--- RECORDS SHOWN Enclosed Below ---

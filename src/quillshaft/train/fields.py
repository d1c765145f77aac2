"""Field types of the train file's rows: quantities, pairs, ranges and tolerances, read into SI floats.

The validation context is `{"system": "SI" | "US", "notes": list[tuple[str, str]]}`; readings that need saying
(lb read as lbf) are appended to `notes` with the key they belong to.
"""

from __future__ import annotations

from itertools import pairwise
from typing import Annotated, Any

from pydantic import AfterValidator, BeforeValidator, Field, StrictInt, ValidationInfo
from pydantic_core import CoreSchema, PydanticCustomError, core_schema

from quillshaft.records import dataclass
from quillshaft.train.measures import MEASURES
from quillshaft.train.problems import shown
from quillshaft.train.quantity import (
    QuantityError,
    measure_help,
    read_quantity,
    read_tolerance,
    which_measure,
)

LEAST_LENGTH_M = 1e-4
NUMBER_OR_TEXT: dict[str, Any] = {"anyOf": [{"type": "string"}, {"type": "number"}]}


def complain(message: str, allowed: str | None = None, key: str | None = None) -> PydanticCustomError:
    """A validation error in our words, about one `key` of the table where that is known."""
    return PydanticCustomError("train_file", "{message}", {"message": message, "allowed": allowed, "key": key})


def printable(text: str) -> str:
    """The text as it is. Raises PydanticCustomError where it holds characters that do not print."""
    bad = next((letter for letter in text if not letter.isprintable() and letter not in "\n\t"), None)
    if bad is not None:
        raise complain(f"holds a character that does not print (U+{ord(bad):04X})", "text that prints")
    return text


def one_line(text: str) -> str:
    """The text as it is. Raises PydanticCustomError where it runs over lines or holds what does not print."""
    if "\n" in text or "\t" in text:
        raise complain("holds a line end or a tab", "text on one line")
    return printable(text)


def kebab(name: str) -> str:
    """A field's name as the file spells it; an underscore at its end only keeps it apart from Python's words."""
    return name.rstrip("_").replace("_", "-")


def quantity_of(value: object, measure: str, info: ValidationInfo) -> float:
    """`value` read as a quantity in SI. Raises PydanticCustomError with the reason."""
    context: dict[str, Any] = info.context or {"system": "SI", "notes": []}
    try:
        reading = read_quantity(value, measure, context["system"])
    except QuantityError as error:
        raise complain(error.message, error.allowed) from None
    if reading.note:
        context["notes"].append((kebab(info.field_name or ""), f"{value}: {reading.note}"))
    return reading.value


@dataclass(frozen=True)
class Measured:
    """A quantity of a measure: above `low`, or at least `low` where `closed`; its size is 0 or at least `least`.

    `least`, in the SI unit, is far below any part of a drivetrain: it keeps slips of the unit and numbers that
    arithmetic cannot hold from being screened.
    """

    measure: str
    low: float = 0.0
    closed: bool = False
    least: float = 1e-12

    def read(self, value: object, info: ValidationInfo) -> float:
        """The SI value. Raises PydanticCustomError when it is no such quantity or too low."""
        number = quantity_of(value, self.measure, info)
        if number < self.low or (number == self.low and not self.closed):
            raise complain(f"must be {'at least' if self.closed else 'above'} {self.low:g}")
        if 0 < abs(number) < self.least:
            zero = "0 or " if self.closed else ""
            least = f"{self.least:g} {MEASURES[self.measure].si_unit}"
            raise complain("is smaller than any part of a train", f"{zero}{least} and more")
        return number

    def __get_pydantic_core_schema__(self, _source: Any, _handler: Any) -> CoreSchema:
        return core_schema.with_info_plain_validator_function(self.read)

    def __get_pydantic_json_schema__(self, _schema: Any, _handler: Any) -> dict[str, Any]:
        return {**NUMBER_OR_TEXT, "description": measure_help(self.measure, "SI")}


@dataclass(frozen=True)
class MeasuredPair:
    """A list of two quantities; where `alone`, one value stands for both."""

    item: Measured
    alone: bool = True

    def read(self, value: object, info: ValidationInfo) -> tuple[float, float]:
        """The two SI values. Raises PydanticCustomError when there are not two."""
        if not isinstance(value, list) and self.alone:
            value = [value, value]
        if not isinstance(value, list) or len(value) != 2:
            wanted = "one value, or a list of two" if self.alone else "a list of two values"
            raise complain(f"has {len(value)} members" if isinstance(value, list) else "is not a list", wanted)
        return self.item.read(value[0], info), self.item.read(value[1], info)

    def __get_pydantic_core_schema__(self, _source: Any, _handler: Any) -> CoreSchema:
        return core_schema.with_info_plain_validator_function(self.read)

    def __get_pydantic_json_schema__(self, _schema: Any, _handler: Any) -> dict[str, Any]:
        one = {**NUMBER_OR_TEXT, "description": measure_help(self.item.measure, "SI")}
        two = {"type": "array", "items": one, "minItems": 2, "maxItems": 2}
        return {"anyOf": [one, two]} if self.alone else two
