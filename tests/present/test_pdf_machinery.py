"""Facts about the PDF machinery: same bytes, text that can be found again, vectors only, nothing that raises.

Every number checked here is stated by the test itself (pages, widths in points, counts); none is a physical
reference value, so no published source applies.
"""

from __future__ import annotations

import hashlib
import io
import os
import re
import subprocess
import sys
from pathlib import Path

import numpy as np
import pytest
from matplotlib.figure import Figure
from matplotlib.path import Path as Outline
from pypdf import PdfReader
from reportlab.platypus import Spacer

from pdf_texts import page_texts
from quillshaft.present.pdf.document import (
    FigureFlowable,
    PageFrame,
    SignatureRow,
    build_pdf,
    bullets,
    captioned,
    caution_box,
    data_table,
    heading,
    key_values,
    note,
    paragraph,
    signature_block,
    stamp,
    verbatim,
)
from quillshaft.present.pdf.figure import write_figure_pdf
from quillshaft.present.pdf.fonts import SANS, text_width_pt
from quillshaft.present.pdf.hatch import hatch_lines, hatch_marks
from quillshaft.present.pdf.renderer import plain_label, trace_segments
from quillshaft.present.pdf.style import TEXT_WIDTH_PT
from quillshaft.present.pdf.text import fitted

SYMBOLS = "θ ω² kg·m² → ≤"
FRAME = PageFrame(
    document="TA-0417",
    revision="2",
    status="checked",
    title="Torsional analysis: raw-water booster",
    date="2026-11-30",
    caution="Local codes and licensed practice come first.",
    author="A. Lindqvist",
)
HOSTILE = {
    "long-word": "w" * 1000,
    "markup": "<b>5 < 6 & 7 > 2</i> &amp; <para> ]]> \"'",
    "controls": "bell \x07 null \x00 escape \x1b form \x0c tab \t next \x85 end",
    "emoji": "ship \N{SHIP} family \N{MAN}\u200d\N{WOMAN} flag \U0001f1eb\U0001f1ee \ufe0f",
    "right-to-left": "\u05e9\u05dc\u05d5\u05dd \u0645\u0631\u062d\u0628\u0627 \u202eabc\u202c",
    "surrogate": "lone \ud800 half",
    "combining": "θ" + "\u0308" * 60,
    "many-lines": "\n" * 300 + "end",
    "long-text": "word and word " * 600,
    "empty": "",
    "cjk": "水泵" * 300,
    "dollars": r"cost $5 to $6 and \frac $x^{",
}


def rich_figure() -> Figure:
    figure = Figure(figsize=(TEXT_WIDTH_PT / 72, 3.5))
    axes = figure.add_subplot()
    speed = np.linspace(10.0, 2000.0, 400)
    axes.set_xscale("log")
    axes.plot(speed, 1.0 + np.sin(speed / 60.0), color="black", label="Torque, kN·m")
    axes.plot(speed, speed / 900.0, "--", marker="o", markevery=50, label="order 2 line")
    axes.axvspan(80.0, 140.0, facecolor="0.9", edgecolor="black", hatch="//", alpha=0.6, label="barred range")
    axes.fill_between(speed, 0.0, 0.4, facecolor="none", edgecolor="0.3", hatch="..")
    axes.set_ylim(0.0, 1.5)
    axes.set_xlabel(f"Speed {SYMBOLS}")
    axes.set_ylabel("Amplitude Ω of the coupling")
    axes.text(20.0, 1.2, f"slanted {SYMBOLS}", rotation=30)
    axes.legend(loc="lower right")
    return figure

--- End of Enclosed RECORDS SHOWN ---

> _WHAT YOU WILL DO_
Every line above from the line with "arithmetic cannot hold" to the line with "info), self.item.read(value[1], info)" is wanted, ends included; write them out exactly and add no other line.

> _REPLY_
    arithmetic cannot hold from being screened.
    """

    measure: str
    low: float = 0.0
    closed: bool = False
    least: float = 1e-12

    def read(self, value: object, info: ValidationInfo) -> float:
        """The SI value. Raises PydanticCustomError when it is no such quantity or too low."""
        number = quantity_of(value, self.measure, info)
        if number < self.low or (number == self.low and not self.closed):
            raise complain(f"must be {'at least' if self.closed else 'above'} {self.low:g}")
        if 0 < abs(number) < self.least:
            zero = "0 or " if self.closed else ""
            least = f"{self.least:g} {MEASURES[self.measure].si_unit}"
            raise complain("is smaller than any part of a train", f"{zero}{least} and more")
        return number

    def __get_pydantic_core_schema__(self, _source: Any, _handler: Any) -> CoreSchema:
        return core_schema.with_info_plain_validator_function(self.read)

    def __get_pydantic_json_schema__(self, _schema: Any, _handler: Any) -> dict[str, Any]:
        return {**NUMBER_OR_TEXT, "description": measure_help(self.measure, "SI")}


@dataclass(frozen=True)
class MeasuredPair:
    """A list of two quantities; where `alone`, one value stands for both."""

    item: Measured
    alone: bool = True

    def read(self, value: object, info: ValidationInfo) -> tuple[float, float]:
        """The two SI values. Raises PydanticCustomError when there are not two."""
        if not isinstance(value, list) and self.alone:
            value = [value, value]
        if not isinstance(value, list) or len(value) != 2:
            wanted = "one value, or a list of two" if self.alone else "a list of two values"
            raise complain(f"has {len(value)} members" if isinstance(value, list) else "is not a list", wanted)
        return self.item.read(value[0], info), self.item.read(value[1], info)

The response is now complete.